TransferQueue

v0.1.7 safe
3.0
Low Risk

TransferQueue: An Asynchronous Streaming Data Management Module

🤖 AI Analysis

Final verdict: SAFE

The package TransferQueue v0.1.7 presents minimal risks as no network calls, shell executions, or obfuscations were detected. However, low maintainer activity and poor metadata quality slightly elevate the risk.

  • Low maintainer activity
  • Poor metadata quality
Per-check LLM notes
  • Network: No network calls detected, which is normal unless the package's functionality requires external communications.
  • Shell: No shell execution detected, reducing the risk of unauthorized system access.
  • Obfuscation: No obfuscation patterns detected, suggesting low risk.
  • Credentials: No credential harvesting patterns detected, indicating low risk.
  • Metadata: The package shows signs of low maintainer activity and poor metadata quality, but lacks clear indicators of malicious intent.

🔬 Heuristic Checks

Outbound Network Calls

No suspicious network call patterns found

Code Obfuscation

No obfuscation patterns detected

Shell / Subprocess Execution

No shell execution patterns detected

Credential Harvesting

No credential harvesting patterns detected

Typosquatting

No typosquatting candidates detected

Registered Email Domain

Email domain looks legitimate: tsinghua.org.cn>

Suspicious Page Links

All external links appear legitimate

Git Repository History

No GitHub repository linked

  • No GitHub repository link found
Maintainer History score 6.0

3 maintainer concern(s) found

  • Author name is missing or very short
  • Author "" appears to have only 1 package on PyPI (new or inactive account)
  • Package has no PyPI classifiers (low effort / metadata quality)
Known CVE Vulnerabilities

No known vulnerabilities found in OSV database.

💡 AI App Starter Prompt

Use this prompt to build a project with TransferQueue
Create a real-time data streaming application using Python's 'TransferQueue' package. This application will serve as a bridge between two asynchronous data sources, allowing for seamless data transfer and processing. Your goal is to develop a robust system capable of handling high volumes of data efficiently while ensuring minimal latency and data integrity.

### Step-by-Step Guide:
1. **Setup Environment**: Begin by setting up your Python environment.
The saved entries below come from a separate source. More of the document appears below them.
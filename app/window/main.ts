import 'plotly.js/dist/plotly.css';
import './styles/base.css';
import './styles/parts.css';
import { mount } from 'svelte';
import App from './App.svelte';
import { connectEngine } from './link/connect';
import { BenchState } from './state/bench.svelte';

const bench = new BenchState(connectEngine());
mount(App, { target: document.getElementById('window')!, props: { bench } });
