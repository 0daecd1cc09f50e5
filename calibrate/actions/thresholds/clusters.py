"""Clusters of exceedances: one event each, so that events can be taken as independent."""

from __future__ import annotations

import math
from dataclasses import dataclass

import numpy as np
from numpy.typing import ArrayLike, NDArray
from scipy import special

from calibrate.errors import InputError
from calibrate.fitting.fits import checked_values

Array = NDArray[np.float64]
Counts = NDArray[np.intp]


@dataclass(frozen=True, slots=True, eq=False)
class Clusters:
    """The events of a record.

    Attributes
    ----------
    peaks, times : array, shape (c,)
        Largest value of each cluster and when it occurred (the first time, if several are equal).
    begins, ends : array, shape (c,)
        Times of the first and the last exceedance of each cluster.
    sizes : array of int, shape (c,)
        Exceedances in each.
    threshold, run_length : float
    """

    peaks: Array
    times: Array
    begins: Array
    ends: Array
    sizes: Counts
    threshold: float
    run_length: float

    @property
    def extremal_index(self) -> float:
        """Clusters per exceedance, between 0 and 1; 1 where every exceedance is an event of its own."""
        return self.peaks.size / float(np.sum(self.sizes)) if self.peaks.size else math.nan


def decluster(values: ArrayLike, times: ArrayLike, threshold: float, run_length: float) -> Clusters:
    """Group exceedances into clusters by the runs method.

    Parameters
    ----------
    values, times : array_like, shape (n,)
        In any order; times in any unit.
    threshold : float
        Values above it are exceedances.
    run_length : float
        Exceedances more than this apart in time belong to different clusters; in the unit of the times. For values
        at every unit of time, r means that a cluster ends with r successive values not above the threshold.

    Raises
    ------
    InputError
        Values or times are no such rows of equal length, the run length is negative, or nothing exceeds the threshold.

    References
    ----------
    R. L. Smith and I. Weissman, J. R. Statist. Soc. B 56 (1994) 515-528 (from memory).
    """
    x, t = checked_values(values), checked_values(times)
    if x.size != t.size:
        raise InputError(f"There are {x.size} values and {t.size} times.")
    if not (math.isfinite(run_length) and run_length >= 0.0):
        raise InputError(f"A run length must be zero or more; got {run_length!r}.")
    over = x > threshold
    if not over.any():
        raise InputError(f"None of the {x.size} values exceeds the threshold {threshold:g}.")
    x, t = x[over], t[over]
    order = np.argsort(t, kind="stable")
    x, t = x[order], t[order]
    begin = np.flatnonzero(np.concatenate(([True], np.diff(t) > run_length)))
    end = np.append(begin[1:], x.size)
    peaks = np.maximum.reduceat(x, begin)
    at = np.array([a + int(np.argmax(x[a:b])) for a, b in zip(begin, end, strict=True)])
    return Clusters(peaks, t[at], t[begin], t[end - 1], end - begin, float(threshold), float(run_length))


def dispersion(counts: ArrayLike) -> tuple[float, float]:
    """Return variance over mean of the yearly numbers of events, and the p-value against the Poisson process.

    Parameters
    ----------
    counts : array_like, shape (n,)
        Events of each year with a whole record, at least two years.

    Returns
    -------
    index, p_value : float
        The index is near 1 for a Poisson process; more points to clusters or seasons of different years. Two-sided
        p-value from the chi-square distribution of (n - 1) index.

    References
    ----------
    C. Cunnane, Water Resour. Res. 15 (1979) 489-494 (from memory).
    """
    n = checked_values(counts)
    if n.size < 2 or np.any(n < 0.0) or np.any(n != np.round(n)) or not np.any(n):
        raise InputError("Numbers of events must be whole numbers of at least two years, not all zero.")
    index = float(np.var(n, ddof=1) / np.mean(n))
    statistic, freedom = index * (n.size - 1), n.size - 1
    tails = float(special.chdtr(freedom, statistic)), float(special.chdtrc(freedom, statistic))
    return index, min(1.0, 2.0 * min(tails))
Ensure you have the latest version of Python installed along with the 'TransferQueue' package.
2. **Define Data Sources**: Identify two different data sources from which you will stream data. These could be APIs, databases, or even simulated data generators. Ensure one source provides input data and the other consumes it.
3. **Implement TransferQueue**: Use 'TransferQueue' to manage the asynchronous data streams. Configure the queue to handle incoming data from the first source and pass it onto the second source seamlessly.
4. **Data Processing**: Integrate basic data processing steps within your application. For example, you might want to filter out irrelevant data points, perform simple transformations, or aggregate data before passing it to the next stage.
5. **Monitoring & Logging**: Implement monitoring and logging mechanisms to track the performance and health of your data streams. Log key metrics such as throughput, latency, and error rates.
6. **Testing & Optimization**: Test your application under various conditions, including high load scenarios, to ensure reliability and efficiency. Optimize your code and configurations based on these tests.
7. **Documentation**: Document your setup process, configuration options, and any best practices you've discovered during development.

### Suggested Features:
- **Scalability**: Design your system to scale horizontally by adding more instances of 'TransferQueue'.
- **Error Handling**: Implement robust error handling to manage transient failures gracefully.
- **Security**: If sensitive data is involved, incorporate security measures such as encryption and authentication.
- **Custom Metrics**: Beyond basic monitoring, consider implementing custom metrics specific to your use case.
- **User Interface**: Develop a simple UI to visualize the data flow and performance metrics in real time.

By following these guidelines, you'll create a versatile and powerful tool for managing real-time data streams using Python's 'TransferQueue' package.